2. Moyle G, Maitland D, Hand J et al. Early virological failure in persons with viral loads >100,000 copies/mL and CD4 counts <200/mm3 receiving didanosine/tenofovir/efavirenz as initial therapy: 12 week results from a randomized comparative trial [poster]. 44th ICAAC; 2004 October 30-November 2; Washington, DC, USA. Poster H-566.
3. Leon A, Martinez E, Malloloas J et al.Early virological failure in treatment-naive HIV-infected adults receiving didanosine and tenofovir plus efavirenz or nevirapine. AIDS 19(2): 213-215, 2005.
4. Jemsek J, Harper E, Hutcherson P. Poor virologic responses and early emergence of resistance in treatment-naive, HIV-infected patients receiving a once-daily triple nucleoside regimen of didanosine, lamivudine, and tenofovir DF [oral presentation]. 11th CROI; 2004. February 8-11; San Francisco, California, USA. Oral Presentation 51.
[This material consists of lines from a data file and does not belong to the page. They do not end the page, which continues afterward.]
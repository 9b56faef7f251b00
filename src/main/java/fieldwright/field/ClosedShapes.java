package fieldwright.field;

import fieldwright.field.SpreadBody.Placed;
import fieldwright.field.closed.Ball;
import fieldwright.field.closed.Box;
import fieldwright.field.closed.ClosedForm;
import fieldwright.field.closed.Cylinder;
import fieldwright.field.closed.Disc;
import fieldwright.field.closed.EndlessCylinder;
import fieldwright.field.closed.EndlessLine;
import fieldwright.field.closed.EndlessPlane;
import fieldwright.field.closed.EndlessTube;
import fieldwright.field.closed.HalfEndlessLine;
import fieldwright.field.closed.Polygon;
import fieldwright.field.closed.Ring;
import fieldwright.field.closed.Rod;
import fieldwright.field.closed.Slab;
import fieldwright.field.closed.SphericalShell;
import fieldwright.field.closed.Strip;
import fieldwright.field.closed.Tube;
import fieldwright.formula.Coordinates;
import fieldwright.formula.Formula;
import fieldwright.formula.Polynomial;
import fieldwright.geometry.CoordinateRegion;
import fieldwright.geometry.CoordinateSystem;
import fieldwright.geometry.Extent;
import fieldwright.geometry.Frame;
import fieldwright.geometry.ParametricRegion;
import fieldwright.geometry.Region;
import fieldwright.geometry.RegionParts;
import fieldwright.geometry.TriangleRegion;
import java.util.ArrayList;
import java.util.LinkedHashMap;
import java.util.List;
import java.util.Map;
import java.util.Set;
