import fieldwright.charge.Charge;
import fieldwright.charge.PointCharge;
import fieldwright.charge.Source;
import fieldwright.charge.Surroundings;
import fieldwright.formula.Constants;
import fieldwright.formula.Formula;
import fieldwright.geometry.Chart;
import fieldwright.geometry.Nodes;
import fieldwright.integral.Cubature;
import fieldwright.integral.Estimate;
import fieldwright.integral.RegionIntegral;
import fieldwright.quantity.Amount;
import fieldwright.quantity.AuthorException;
import fieldwright.quantity.Place;
import fieldwright.quantity.Standing;
import fieldwright.quantity.Units;
import fieldwright.quantity.Vector;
Summary of new recommendations regarding the co-administration of didanosine and tenofovir disoproxil fumarate that will be included in the EU Summary of Product Characteristics (SmPC) for Videx and Viread:

SmPC Section 4.4 (Special Warnings and Special Precautions for use):

Co-administration of tenofovir disoproxil fumarate and didanosine results in a 40-60% increase in systemic exposure to didanosine that may increase the risk for didanosine-related adverse events (see 4.5). Rare cases of pancreatitis and lactic acidosis, sometimes fatal, have been reported.

A reduced didanosine dose (250 mg) has been tested to avoid over-exposure to didanosine in case of co-administration with tenofovir disoproxil fumarate, but this has been associated with reports of high rate of virological failure and of emergence of resistance at early stage within several tested combinations. Co-administration of tenofovir disoproxil fumarate and didanosine is therefore not recommended, especially in patients with high viral load and low CD4 cell count. If this combination is judged strictly necessary, patients should be carefully monitored for efficacy and didanosine related adverse events.

SmPC Section 4.5 (Interactions with other medicinal products):

When didanosine gastro-resistant capsules were administered 2 hours prior to or concurrently with tenofovir disoproxil fumarate, the AUC for didanosine was on average increased by 48% and 60% respectively. The mean increase in the AUC of didanosine was 44% when the buffered tablets were administered 1 hour prior to tenofovir. In both cases the pharmacokinetic parameters for tenofovir administered with a light meal were unchanged. The co-administration of tenofovir disoproxil fumarate and didanosine is not recommended (see 4.4).